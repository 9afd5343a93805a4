import { Injectable } from '@angular/core';
import { RecordData } from '../../core/state/record-data';
import { map, type Observable } from 'rxjs';
import {
  studentDetailSchema,
  studentListSchema,
  studentSchema,
  type Student,
  type StudentDetail,
  type StudentInput,
  type StudentMove,
  type StudentPatch,
} from '@shared/api/student';
import { parsedWith } from '../../core/parse';

/** Reads and writes student records through `/api/students`. */
@Injectable({ providedIn: 'root' })
export class StudentData extends RecordData<Student, StudentInput, StudentPatch, StudentDetail> {
  constructor() {
    super('/api/students', studentSchema, studentDetailSchema);
  }

  /**
   * Up to `limit` active students of the user's schools whose name or student id matches
   * `text`, as a picker offers them (the API answers only the user's own schools' students).
   */
  findActive(text: string, limit: number): Observable<Student[]> {
    return this.http.get('/api/students', { params: { q: text, status: 'active', limit } }).pipe(
      parsedWith(studentListSchema),
      map((list) => list.rows),
    );
  }

  /** Moves the student to another school; the move is kept in their history. */
  move(id: number, move: StudentMove): Observable<unknown> {
    return this.http.post(`/api/students/${id}/move`, move);
  }
}
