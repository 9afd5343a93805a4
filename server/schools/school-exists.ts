import { eq } from 'drizzle-orm';
import type { Database, Transaction } from '../db/client';
import { schools } from '../db/schema/index';
import { badRequest, notFound } from '../core/errors';
import { assertInScope, type Actor } from '../core/policy';

async function schoolExists(db: Database | Transaction, schoolId: number): Promise<boolean> {
  const [school] = await db
    .select({ id: schools.id })
    .from(schools)
    .where(eq(schools.id, schoolId));
  return school !== undefined;
}

/** Refuses with 400, naming `field`, a school id that is none of the district's schools. */
export async function assertDistrictSchool(
  db: Database | Transaction,
  schoolId: number,
  field: string,
): Promise<void> {
  if (!(await schoolExists(db, schoolId))) {
    throw badRequest('There is no such school.', [
      { field, message: 'Choose one of the district’s schools.' },
    ]);
  }
}

/** Refuses, as 404 "That school", a school outside the actor's schools or not in the district. */
export async function assertSchoolInScope(
  db: Database | Transaction,
  actor: Actor,
  schoolId: number,
): Promise<void> {
  assertInScope(actor, schoolId, 'That school');
  if (!(await schoolExists(db, schoolId))) throw notFound('That school');
}
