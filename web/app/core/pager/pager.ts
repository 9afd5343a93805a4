import { ChangeDetectionStrategy, Component, input, model } from '@angular/core';
import { MatButtonModule } from '@angular/material/button';

/**
 * The line under a table read a page at a time, newest first: which rows are shown of how many,
 * and the buttons to the newer and older pages. The page may add its own spacing (`.pager`).
 */
@Component({
  selector: 'tb-pager',
  imports: [MatButtonModule],
  template: `
    <span class="tb-muted">{{ offset() + 1 }}–{{ offset() + shown() }} of {{ total() }}</span>
    <button mat-button type="button" [disabled]="offset() === 0" (click)="turn(-1)">Newer</button>
    <button mat-button type="button" [disabled]="offset() + shown() >= total()" (click)="turn(1)">
      Older
    </button>
  `,
  styles: `
    :host {
      display: flex;
      justify-content: flex-end;
      align-items: center;
      gap: 8px;
    }
  `,
  changeDetection: ChangeDetectionStrategy.OnPush,
})
export class Pager {
  /** The first row's place in the whole list, from 0. */
  readonly offset = model.required<number>();
  readonly pageSize = input.required<number>();
  /** How many rows this page shows. */
  readonly shown = input.required<number>();
  /** How many rows there are in all. */
  readonly total = input.required<number>();

  protected turn(step: 1 | -1): void {
    this.offset.set(Math.max(0, this.offset() + step * this.pageSize()));
  }
}
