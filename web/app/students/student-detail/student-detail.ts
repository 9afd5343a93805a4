import '../../core/screen-kit';
import { ChangeDetectionStrategy, Component, computed, inject, input } from '@angular/core';
import { MatButtonModule } from '@angular/material/button';
import { MatIconModule } from '@angular/material/icon';
import { Router, RouterLink } from '@angular/router';
import type { Student } from '@shared/api/student';
import { CurrentUser } from '../../core/auth/current-user';
import { RecordPage } from '../../core/record-page/record-page';
import { injectSchoolChoices } from '../../schools/school-choices';
import { StudentForm } from '../student-form/student-form';
import { StudentData } from './student-data';
import { StudentMoves } from './student-moves';
import { StudentSeats } from './student-seats';
import { StudentYears } from './student-years';
import { statusLabels } from '../student-form/student-choices';

/** A student's record: the form, their seats, their school and its history; or a new student. */
@Component({
  selector: 'tb-student-detail',
  imports: [
    RouterLink,
    MatButtonModule,
    MatIconModule,
    RecordPage,
    StudentForm,
    StudentSeats,
    StudentMoves,
    StudentYears,
  ],
  templateUrl: './student-detail.html',
  styleUrl: './student-detail.scss',
  changeDetection: ChangeDetectionStrategy.OnPush,
})
export class StudentDetail {
  private readonly router = inject(Router);

  /** The route's `:id`, or 'new' for the create page. */
  readonly id = input.required<string>();

  protected readonly canWrite = inject(CurrentUser).can('roster:write');
  protected readonly statusLabels = statusLabels;
  protected readonly creating = computed(() => this.id() === 'new');
  private readonly schoolChoices = injectSchoolChoices();
  protected readonly schools = computed(() =>
    this.schoolChoices().map(({ id, code, name }) => ({ id, code, name })),
  );
  protected readonly record = inject(StudentData).record(() =>
    this.creating() ? undefined : Number(this.id()),
  );
  protected readonly student = computed(() =>
    this.record.hasValue() ? this.record.value() : null,
  );
  protected readonly displayName = computed(() => {
    const student = this.student();
    return student ? `${student.preferredName ?? student.firstName} ${student.lastName}` : '';
  });

  protected reload(): void {
    this.record.reload();
  }

  protected onSaved(student: Student): void {
    if (this.creating()) void this.router.navigate(['/students', student.id, 'edit']);
    else this.reload();
  }
}
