import '../../core/screen-kit';
import { ChangeDetectionStrategy, Component, computed, inject, input, signal } from '@angular/core';
import { MatButtonModule } from '@angular/material/button';
import { MatDialog } from '@angular/material/dialog';
import { MatFormFieldModule } from '@angular/material/form-field';
import { MatInputModule } from '@angular/material/input';
import { MatIconModule } from '@angular/material/icon';
import { RouterLink } from '@angular/router';
import { firstValueFrom } from 'rxjs';
import type { Loan } from '@shared/api/loan';
import { CurrentUser } from '../../core/auth/current-user';
import { errorMessage } from '../../core/parse';
import { RecordPage } from '../../core/record-page/record-page';
import { checkOutDialog } from '../../loans/checkout-dialog/checkout-dialog';
import { FleetLoans } from '../../loans/loan-data';
import { returnDialog } from '../../loans/return-dialog/return-dialog';
import { repairDialog } from '../../repairs/repair-dialog/repair-dialog';
import { injectSchoolChoices } from '../../schools/school-choices';
import { FleetInstruments } from '../instrument-data';
import { InstrumentForm } from '../instrument-form/instrument-form';
import {
  cleaningCaution,
  conditionLabels,
  dayText,
  handlingCaution,
  instrumentKindName,
  statusLooks,
} from '../instrument-labels';
import { InstrumentPhotos } from '../instrument-photos/instrument-photos';
import { InstrumentTimeline } from '../instrument-timeline/instrument-timeline';
import { createWrite } from '../../core/state/write';

/** One instrument: its record, cautions, current loan, open repairs, photos and timeline. */
@Component({
  selector: 'tb-instrument-detail',
  imports: [
    RouterLink,
    MatButtonModule,
    MatFormFieldModule,
    MatInputModule,
    MatIconModule,
    RecordPage,
    InstrumentForm,
    InstrumentPhotos,
    InstrumentTimeline,
  ],
  templateUrl: './instrument-detail.html',
  styleUrl: './instrument-detail.scss',
  changeDetection: ChangeDetectionStrategy.OnPush,
})
export class InstrumentDetail {
  private readonly write = createWrite();
  private readonly fleet = inject(FleetInstruments);

  /** The route's `:id`. */
  readonly id = input.required<string>();

  private readonly dialog = inject(MatDialog);
  private readonly loans = inject(FleetLoans);
  private readonly currentUser = inject(CurrentUser);
  protected readonly canWrite = this.currentUser.can('fleet:write');
  protected readonly canLend = this.currentUser.can('loans:write');
  protected readonly canRepair = this.currentUser.can('repairs:write');
  /** Labels already used on the sheet in the printer: this one prints in the next place. */
  protected readonly usedLabels = signal(0);
  protected readonly actionError = signal('');
  protected readonly labelUrl = computed(() => {
    const instrument = this.instrument();
    const skip = Math.min(29, Math.max(0, Math.trunc(this.usedLabels()) || 0));
    return instrument ? this.fleet.labelUrl(instrument.id, skip) : '';
  });
  private readonly schoolChoices = injectSchoolChoices();
  protected readonly schools = computed(() =>
    this.schoolChoices().map(({ id, code, name }) => ({ id, code, name })),
  );
  protected readonly record = this.fleet.record(() => Number(this.id()));
  protected readonly instrument = computed(() =>
    this.record.hasValue() ? this.record.value() : null,
  );
  protected readonly kindName = computed(() => {
    const instrument = this.instrument();
    return instrument ? instrumentKindName(instrument.instrumentId, instrument.instrumentName) : '';
  });
  protected readonly look = computed(() => {
    const instrument = this.instrument();
    return instrument ? statusLooks[instrument.status] : null;
  });
  protected readonly conditionLabels = conditionLabels;
  protected readonly cleaningCaution = cleaningCaution;
  protected readonly handlingCaution = handlingCaution;
  protected readonly day = dayText;
  protected readonly cleaning = signal(false);
  protected readonly cleanError = signal('');
  protected readonly cleanedNote = signal(false);

  /** Lends the instrument: the loans' own checkout, with this instrument chosen. */
  protected async lend(): Promise<void> {
    const instrument = this.instrument();
    if (!instrument) return;
    await checkOutDialog(this.dialog, instrument);
    this.reload();
  }

  /** Takes the instrument back: the loans' own return, for its loan. */
  protected async returnIt(): Promise<void> {
    const loanId = this.instrument()?.activeLoan?.id;
    if (loanId === undefined) return;
    this.actionError.set('');
    let loan: Loan;
    try {
      loan = await firstValueFrom(this.loans.get(loanId));
    } catch (error: unknown) {
      this.actionError.set(errorMessage(error, 'The loan could not be opened.'));
      return;
    }
    await returnDialog(this.dialog, loan);
    this.reload();
  }

  /** Opens a repair ticket for the instrument. */
  protected async startRepair(): Promise<void> {
    const instrument = this.instrument();
    if (!instrument) return;
    await repairDialog(this.dialog, { repair: null, editable: true, instrument });
    this.reload();
  }

  /** Brings the record form, where the status is set, into view and focus. */
  protected toRecord(): void {
    const heading = document.getElementById('instrument-form-title');
    if (!heading) return;
    heading.scrollIntoView({ block: 'start' });
    heading.closest('form')?.querySelector<HTMLElement>('mat-select, input')?.focus();
  }

  protected reload(): void {
    this.record.reload();
  }

  protected recordCleaned(): void {
    const instrument = this.instrument();
    if (!instrument || this.cleaning()) return;
    this.cleaning.set(true);
    this.cleanError.set('');
    this.write.send(this.fleet.markCleaned(instrument.id), {
      next: () => {
        this.cleaning.set(false);
        this.cleanedNote.set(true);
        this.reload();
      },
      error: (error: unknown) => {
        this.cleaning.set(false);
        this.cleanError.set(errorMessage(error, 'The cleaning could not be recorded.'));
      },
    });
  }
}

※ ※ ※

Check each line of the listing above. Copy it if it holds the string "state".

import { RecordData } from '../../core/state/record-data';
import { createWrite } from '../../core/state/write';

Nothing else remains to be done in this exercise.